Zależy mi na innych ludziach, tylko nie potrafię niekiedy ocenić kto przyjacielem, a kto wrogiem. Poza tym mam silne zaburzenia pamięci i nie pojmuję, dlaczego nagle inni przestają się do mnie odzywać.— Barbara Rosiek
Rozkoszuję się wolnością: emocjonalną i faktyczną... Burzliwe uczucia towarzyszące mi nie tak dawno, poszły inną drogą. Mogę siedzieć po świt, a po świcie kłaść się spać... Mogę robić, co tylko zechcę... Jestem wolna... Ale czasem nadmiar wolności także doskwiera... Tak naprawdę, nie umiem jeszcze korzystać z wolności... Sama się przywiązuję, kiedy inni starają się wypchnąć mnie z celi więziennej... A ja wchodzę do niej spowrotem, przez zakratowane okienko... Widać nie dojrzałam do prawdziwej wolności... Mała dziewczynka w 40leniej kobicie, heh...

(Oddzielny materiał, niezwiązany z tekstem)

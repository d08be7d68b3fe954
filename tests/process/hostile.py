"""Messages that a feed must refuse, by the reason it must give: broken, foreign, out of range, out of order."""

from collections.abc import Callable, Iterator
from random import Random
from typing import Any

import msgpack
from rig import ArrayModel, note

__all__ = ["KINDS", "hostile_messages"]

Parts = list[bytes]


class Place:
    """Where the feed stands when a hostile message is made: run, expected index, time, and a seeded source."""

    def __init__(self, array: ArrayModel, run: str, expected: int, t: int, random: Random) -> None:
        self.array, self.run, self.expected, self.t, self.random = array, run, expected, t, random

    def header(self, **keys: Any) -> dict[str, Any]:
        """A header that would be right: the next 100 samples."""
        right = {
            "v": 1, "kind": "samples", "array": self.array.name, "run": self.run, "first": self.expected, "t": self.t,
            "rate": self.array.rate_hz, "shape": [self.array.channels, 100], "layout": "channel", "type": "i2",
            "unit": "count",
        }  # fmt: skip
        return right | keys

    def samples(self, *gone: str, data: int | None = None, **keys: Any) -> Parts:
        """Both frames, with keys changed or gone, and `data` bytes (default: as many as are right)."""
        header = {key: value for key, value in self.header(**keys).items() if key not in gone}
        count = self.array.channels * 100 * 2 if data is None else data
        return [msgpack.packb(header), self.random.randbytes(count)]

    def navigation(self, **keys: Any) -> Parts:
        return note(self.array, "navigation", **({"t": self.t, "sound_speed_m_s": 1200.0} | keys))

    def far(self) -> int:
        """An index more than 60 s on, never the same twice and never where another such block would end."""
        return self.expected + round(61 * self.array.rate_hz) + 101 * self.random.randrange(10**9)


#: name -> (reason, how to make one); each touches one rule only
KINDS: dict[str, tuple[str, Callable[[Place], Parts]]] = {
    "three frames": ("frames", lambda p: [*p.samples(), b"more"]),
    "nine frames": ("frames", lambda p: [b"x"] * 9),
    "header over 64 KiB": ("size", lambda p: [msgpack.packb(p.header(more="x" * 66_000)), b"ab"]),
    "random bytes": ("msgpack", lambda p: [b"\xc1" + p.random.randbytes(40), b""]),
    "empty header": ("msgpack", lambda p: [b"", b""]),
    "cut header": ("msgpack", lambda p: [p.samples()[0][: p.random.randrange(1, 60)], b""]),
    "bytes after the header": ("msgpack", lambda p: [p.samples()[0] + b"\x00", b""]),
    "list for a map": ("msgpack", lambda p: [msgpack.packb([1, 2, 3]), b""]),
    "number for a map": ("msgpack", lambda p: [msgpack.packb(7)]),
    "text that is not UTF-8": ("msgpack", lambda p: [b"\x81\xa2\xff\xfe\x01", b""]),
    "map without end": ("msgpack", lambda p: [b"\xdf\xff\xff\xff\xff", b""]),
    "nested 2000 deep": ("msgpack", lambda p: [b"\x81\xa1v" + b"\x91" * 2000 + b"\x00", b""]),
    "version 2": ("version", lambda p: p.samples(v=2)),
    "version as text": ("version", lambda p: p.samples(v="1")),
    "unknown kind": ("kind", lambda p: p.samples(kind="sample")),
    "kind as number": ("kind", lambda p: p.samples(kind=3)),
    "other array": ("array", lambda p: p.samples(array="bow")),
    "navigation of another array": ("array", lambda p: p.navigation(array="bow")),
    "no first": ("key", lambda p: p.samples("first")),
    "no layout": ("key", lambda p: p.samples("layout")),
    "first below 0": ("key", lambda p: p.samples(first=-1)),
    "first 2^53": ("key", lambda p: p.samples(first=2**53)),
    "first as float": ("key", lambda p: p.samples(first=float(p.expected))),
    "first as bool": ("key", lambda p: p.samples(first=True)),
    "t as text": ("key", lambda p: p.samples(t="now")),
    "t as float": ("key", lambda p: p.samples(t=float(p.t))),
    "run as number": ("key", lambda p: p.samples(run=5)),
    "rate as text": ("key", lambda p: p.samples(rate="8000")),
    "unknown layout": ("key", lambda p: p.samples(layout="beam")),
    "unknown unit": ("key", lambda p: p.samples(unit="Pa")),
    "latitude 91": ("key", lambda p: p.navigation(latitude_deg=91.0)),
    "heading NaN": ("key", lambda p: p.navigation(heading_deg=float("nan"))),
    "sound speed below 0": ("key", lambda p: p.navigation(sound_speed_m_s=-5.0)),
    "navigation without t": ("key", lambda p: note(p.array, "navigation", sound_speed_m_s=1200.0)),
    "pulse without length": ("key", lambda p: note(p.array, "pulse", t=p.t, source="gun")),
    "position of two numbers": ("key", lambda p: note(p.array, "positions", t=p.t, positions_m=[[0.0, 0.0]] * 32)),
    "other rate": ("rate", lambda p: p.samples(rate=p.array.rate_hz * 1.0001)),
    "rate 0": ("rate", lambda p: p.samples(rate=0.0)),
    "8-bit samples": ("type", lambda p: p.samples(type="i1")),
    "big-endian samples": ("type", lambda p: p.samples(type=">i2")),
    "too few channels": ("shape", lambda p: p.samples(shape=[p.array.channels - 1, 100])),
    "no samples": ("shape", lambda p: p.samples(shape=[p.array.channels, 0], data=0)),
    "more than a second": ("shape", lambda p: p.samples(shape=[p.array.channels, 8001], data=32 * 8001 * 2)),
    "too few positions": ("shape", lambda p: note(p.array, "positions", t=p.t, positions_m=[[0.0, 0.0, 0.0]] * 31)),
    "data cut by one byte": ("bytes", lambda p: p.samples(data=32 * 100 * 2 - 1)),
    "data twice as long": ("bytes", lambda p: p.samples(data=32 * 100 * 4)),
    "end of an unknown run": ("old_run", lambda p: note(p.array, "end", run="never heard of")),
    "samples of the run before": ("old_run", lambda p: p.samples(run="before")),
    "far ahead": ("jump", lambda p: p.samples(first=p.far(), t=p.t + 10**9)),
    "first 10^15": ("jump", lambda p: p.samples(first=10**15, t=p.t)),
    "just over 60 s": ("jump", lambda p: p.samples(first=p.expected + 480_001)),
    "wholly before": ("repeat", lambda p: p.samples(first=p.random.randrange(0, p.expected - 99), t=p.t - 10**9)),
    "from the beginning": ("repeat", lambda p: p.samples(first=0, t=p.t - 10**10)),
    "time goes back": ("time", lambda p: p.samples(t=p.t - 10**9 - p.random.randrange(10**9))),
}  # fmt: skip


def hostile_messages(
    array: ArrayModel, run: str, expected: int, t: int, count: int, seed: int
) -> Iterator[tuple[str, str, Parts]]:
    """`count` (name, reason, parts) for a feed that expects sample `expected` of `run` at `t`, kinds in turn."""
    random = Random(seed)
    names = list(KINDS)
    for i in range(count):
        name = names[(i + seed) % len(names)]
        reason, make = KINDS[name]
        yield name, reason, make(Place(array, run, expected, t, random))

każdy pojmuje szczęście na swój własny indywidualny sposób.
OdpowiedzUsuńpozdrawiam i zapraszam
Czyli tak, jak już napisałam u siebie - nigdy nie jest tak źle, żeby nie mogło być gorzej i nigdy nie jest tak dobrze, żeby nie mogło być lepiej:)
OdpowiedzUsuńAle cieszę się, że mimo wszystko - wszystko gra:)
hmm...mam to samo
OdpowiedzUsuńWolność w sumie jest pojęciem względnym. Co stałoby się, gdy wszyscy poczuli się wolni, gdyby nic ich nie ograniczało? Anarchia. Każdy ma swoje wiezienie, a właściwie azyl. Tam wraca się dobrowolnie. Pozdrawiam
OdpowiedzUsuńhaha, to tak jak ten lew w bajce , miał okazje byc wolny a wszedł do niej z powrotem :-)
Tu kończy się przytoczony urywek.